(Extracted data entries)
────────────────

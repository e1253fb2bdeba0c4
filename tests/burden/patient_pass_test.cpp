#include "medload/burden/patient_pass.h"

#include <doctest/doctest.h>

#include <cstdio>
#include <memory>
#include <stdexcept>
#include <sstream>
#include <thread>

#include "medload/store/importer.h"
#include "store/read_patients.h"
#include "store/temp_folder.h"

namespace medload {
namespace {

void Import(Store& store, InputKind kind, const std::string& csv) {
  std::istringstream in(csv);
  auto summary = ImportStream(store, kind, in, "test.csv", ImportOptions{});
  REQUIRE(summary.ok());
  REQUIRE(summary->rejected == 0);
}

std::string PatientId(int p) {
  char id[8];
  std::snprintf(id, sizeof id, "P%04d", p);
  return id;
}

// 700 invented patients (more than several ranges and hand-over batches), each with one
// to four medicines; patient P0007 has an unmatched product. In memory (read by one
// reader), or in a file with a registry row for every other patient and 100 registered
// patients without dispensings (read by two readers on two connections).
struct ManyPatients {
  static constexpr int kPatients = 700;
  std::unique_ptr<TempFolder> folder;
  Store store;
  RunContext analysis;

  explicit ManyPatients(bool in_file = false)
      : folder(in_file ? std::make_unique<TempFolder>() : nullptr),
        store(std::move(Store::Open(in_file ? folder->File("pass.db") : ":memory:").value())),
        analysis(std::move(RunContext::Open(MEDLOAD_SOURCE_FORMULARY, MeasureOptions{}, in_file ? &store : nullptr).value())) {
    const char* products[] = {"Amitriptyline 10mg tablets", "Oxybutynin 5mg tablets", "Codeine 30mg tablets",
                              "Ramipril 5mg capsules"};
    std::string rows = "patient_id,dispensed_on,product,quantity,dosage\n";
    for (int p = 0; p < kPatients; ++p) {
      const std::string id = PatientId(p);
      for (int m = 0; m <= p % 4; ++m) {
        rows += id + ",2024-0" + std::to_string(1 + p % 9) + "-0" + std::to_string(m + 1) + "," + products[m] + ",56,1 bd\n";
      }
      if (p == 7) rows += "P0007,2024-01-02,Unheard-of tonic 5ml,100,5ml tds\n";
    }
    Import(store, InputKind::kDispensing, rows);
    if (!in_file) return;
    std::string registry = "patient_id,birth_date,sex,practice\n";
    for (int p = 0; p < kPatients + 100; p += 2) registry += PatientId(p) + ",1940-01-01,F,A1\n";
    for (int p = kPatients; p < kPatients + 100; ++p) registry += PatientId(p) + ",1950-01-01,M,A1\n";
    Import(store, InputKind::kPatients, registry);
  }
};

// What a pass showed the visitor, patient by patient.
struct Visited {
  std::vector<std::string> ids;
  std::vector<size_t> dispensings;
  std::vector<size_t> medicines;
  std::vector<size_t> unmatched;
  // The burden on 30 September 2024 (age 84 for everyone): items, ACB, DBI, rules fired.
  std::vector<std::string> burdens;
};

constexpr Date kOn = Date::FromDays(19996);  // 2024-09-30

std::string Describe(const Burden& burden) {
  return std::to_string(burden.items) + "/" + std::to_string(burden.acb) + "/" +
         std::to_string(burden.dbi) + "/" + std::to_string(burden.rules.size());
}

Visited Pass(ManyPatients& population, PassFacts* facts = nullptr) {
  Visited seen;
  Status status = ForEachPatientTimeline(population.store, population.analysis, [&](PassPatient& patient) {
    seen.ids.push_back(patient.history().patient_id);
    seen.dispensings.push_back(patient.history().dispensings.size());
    seen.medicines.push_back(patient.timeline().medicines.size());
    seen.unmatched.push_back(patient.timeline().unmatched.size());
    seen.burdens.push_back(Describe(patient.Evaluate(kOn, 84)));
    return true;
  }, facts);
  REQUIRE(status.ok());
  return seen;
}

// The same, one patient at a time on this thread, as the store's own pass gives them.
Visited Sequential(ManyPatients& population) {
  Visited seen;
  for (const PatientHistory& history : testing::ReadPatients(population.store)) {
    const Timeline timeline = population.analysis.BuildTimeline(history.dispensings);
    seen.ids.push_back(history.patient_id);
    seen.dispensings.push_back(history.dispensings.size());
    seen.medicines.push_back(timeline.medicines.size());
    seen.unmatched.push_back(timeline.unmatched.size());
    seen.burdens.push_back(Describe(population.analysis.Evaluate(timeline, kOn, 84)));
  }
  return seen;
}

}  // namespace

TEST_SUITE("burden/patient_pass") {

TEST_CASE("the pass visits every patient once, in store order, with the same timelines as one thread") {
  for (const bool in_file : {false, true}) {
    CAPTURE(in_file);
    ManyPatients population(in_file);
    PassFacts facts;
    const Visited seen = Pass(population, &facts);
    const Visited expected = Sequential(population);
    REQUIRE(seen.ids.size() == static_cast<size_t>(ManyPatients::kPatients + (in_file ? 100 : 0)));
    CHECK(seen.ids == expected.ids);
    CHECK(seen.dispensings == expected.dispensings);
    CHECK(seen.medicines == expected.medicines);
    CHECK(seen.unmatched == expected.unmatched);
    CHECK(seen.burdens == expected.burdens);
    CHECK(seen.medicines[0] == 1);
    CHECK(seen.medicines[3] == 4);
    CHECK(seen.unmatched[7] == 1);
    // Dispensing dates run up to September (patient numbers 8, 17, ... ; fourth medicine).
    CHECK(facts.practice_spans == population.store.PracticeDataSpans().value());
    CHECK(facts.latest_dispensed == Date::FromCivil(2024, 9, 4));
  }
}

TEST_CASE("the first pass packs each history; later passes read the copy and show the same") {
  for (const bool in_file : {false, true}) {
    CAPTURE(in_file);
    ManyPatients population(in_file);
    CHECK_FALSE(population.store.PackedHistoriesCurrent().value());
    const Visited first = Pass(population);
    CHECK(population.store.PackedHistoriesCurrent().value());
    const Visited second = Pass(population);
    const Visited expected = Sequential(population);  // the dispensings table, one thread
    CHECK(first.ids == expected.ids);
    CHECK(second.ids == expected.ids);
    CHECK(second.dispensings == expected.dispensings);
    CHECK(second.medicines == expected.medicines);
    CHECK(second.unmatched == expected.unmatched);
    CHECK(second.burdens == expected.burdens);
    CHECK(first.burdens == expected.burdens);
    // A new dispensing makes the copy stale; the next pass packs again and shows it.
    Import(population.store, InputKind::kDispensing,
           "patient_id,dispensed_on,product,quantity,dosage\nP0000,2024-09-01,Oxybutynin 5mg tablets,56,1 bd\n");
    CHECK_FALSE(population.store.PackedHistoriesCurrent().value());
    const Visited after = Pass(population);
    CHECK(population.store.PackedHistoriesCurrent().value());
    CHECK(after.medicines[0] == 2);
    CHECK(after.burdens == Sequential(population).burdens);
  }
}

TEST_CASE("the visitor runs on the caller's thread") {
  for (const bool in_file : {false, true}) {
    ManyPatients population(in_file);
    const std::thread::id caller = std::this_thread::get_id();
    int elsewhere = 0;
    REQUIRE(ForEachPatientTimeline(population.store, population.analysis, [&](PassPatient&) {
              if (std::this_thread::get_id() != caller) ++elsewhere;
              return true;
            }).ok());
    CHECK(elsewhere == 0);
  }
}

TEST_CASE("a visitor that returns false stops the pass, and the result is Ok") {
  for (const bool in_file : {false, true}) {
    ManyPatients population(in_file);
    int visited = 0;
    Status status = ForEachPatientTimeline(population.store, population.analysis, [&](PassPatient&) {
      return ++visited < 300;
    });
    CHECK(status.ok());
    CHECK(visited == 300);
  }
}

TEST_CASE("a visitor that throws stops the readers, and the exception reaches the caller") {
  for (const bool in_file : {false, true}) {
    ManyPatients population(in_file);
    int visited = 0;
    CHECK_THROWS_WITH(static_cast<void>(ForEachPatientTimeline(population.store, population.analysis,
                                                               [&](PassPatient&) {
                                                                 if (++visited == 450) {
                                                                   throw std::runtime_error("visitor failed");
                                                                 }
                                                                 return true;
                                                               })),
                      "visitor failed");
    CHECK(visited == 450);
    // The store is usable afterwards: the pass's snapshot and peers are gone.
    CHECK_FALSE(population.store.InSnapshot());
    CHECK(Pass(population).ids.size() >= static_cast<size_t>(ManyPatients::kPatients));
  }
}

TEST_CASE("a timeline is built only for a patient whose visitor asks for it") {
  ManyPatients population;
  int built = 0;
  REQUIRE(ForEachPatientTimeline(population.store, population.analysis, [&](PassPatient& patient) {
            if (patient.history().patient_id.back() == '0') {
              const Timeline& first = patient.timeline();
              const Timeline& again = patient.timeline();
              CHECK(&first == &again);
              ++built;
            }
            return true;
          }).ok());
  CHECK(built == ManyPatients::kPatients / 10);
}

TEST_CASE("resolutions made during the pass are saved in the store when it ends") {
  ManyPatients population(true);
  const std::string key = population.analysis.ResolutionKey();
  CHECK_FALSE(population.store.CachedResolution("Codeine 30mg tablets", "", "", key)->has_value());
  Pass(population);
  CHECK(population.store.CachedResolution("Codeine 30mg tablets", "", "", key)->has_value());
  CHECK(population.store.CachedResolution("Unheard-of tonic 5ml", "", "", key)->has_value());
}

TEST_CASE("a pass inside the caller's snapshot reads that snapshot and saves nothing until it ends") {
  ManyPatients population(true);
  const std::string key = population.analysis.ResolutionKey();
  size_t visited = 0;
  {
    Result<StoreSnapshot> snapshot = population.store.BeginSnapshot();
    REQUIRE(snapshot.ok());
    REQUIRE(population.store.Summary().ok());  // the snapshot's view is fixed here
    // Another connection imports a new patient meanwhile.
    Result<Store> other = Store::Open(population.store.path());
    REQUIRE(other.ok());
    Import(*other, InputKind::kDispensing, "patient_id,dispensed_on,product,quantity\nP9999,2024-02-01,Ramipril 5mg capsules,28\n");
    visited = Pass(population).ids.size();
    CHECK_FALSE(population.store.CachedResolution("Codeine 30mg tablets", "", "", key)->has_value());
  }
  CHECK(visited == static_cast<size_t>(ManyPatients::kPatients + 100));
  population.analysis.SaveResolutions();
  CHECK(population.store.CachedResolution("Codeine 30mg tablets", "", "", key)->has_value());
  CHECK(Pass(population).ids.size() == visited + 1);
}

}  // TEST_SUITE

}  // namespace medload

────────────────

WHAT NEEDS TO BE DONE:
Copy the stretch of the records above that runs from the line with "CHECK(seen.ids == expected.ids);" through the line with "CHECK(second.unmatched == expected.unmatched);". Both end lines belong in the copy, and nothing else does.

ANSWER FOR THIS EXERCISE:
    CHECK(seen.ids == expected.ids);
    CHECK(seen.dispensings == expected.dispensings);
    CHECK(seen.medicines == expected.medicines);
    CHECK(seen.unmatched == expected.unmatched);
    CHECK(seen.burdens == expected.burdens);
    CHECK(seen.medicines[0] == 1);
    CHECK(seen.medicines[3] == 4);
    CHECK(seen.unmatched[7] == 1);
    // Dispensing dates run up to September (patient numbers 8, 17, ... ; fourth medicine).
    CHECK(facts.practice_spans == population.store.PracticeDataSpans().value());
    CHECK(facts.latest_dispensed == Date::FromCivil(2024, 9, 4));
  }
}

TEST_CASE("the first pass packs each history; later passes read the copy and show the same") {
  for (const bool in_file : {false, true}) {
    CAPTURE(in_file);
    ManyPatients population(in_file);
    CHECK_FALSE(population.store.PackedHistoriesCurrent().value());
    const Visited first = Pass(population);
    CHECK(population.store.PackedHistoriesCurrent().value());
    const Visited second = Pass(population);
    const Visited expected = Sequential(population);  // the dispensings table, one thread
    CHECK(first.ids == expected.ids);
    CHECK(second.ids == expected.ids);
    CHECK(second.dispensings == expected.dispensings);
    CHECK(second.medicines == expected.medicines);
    CHECK(second.unmatched == expected.unmatched);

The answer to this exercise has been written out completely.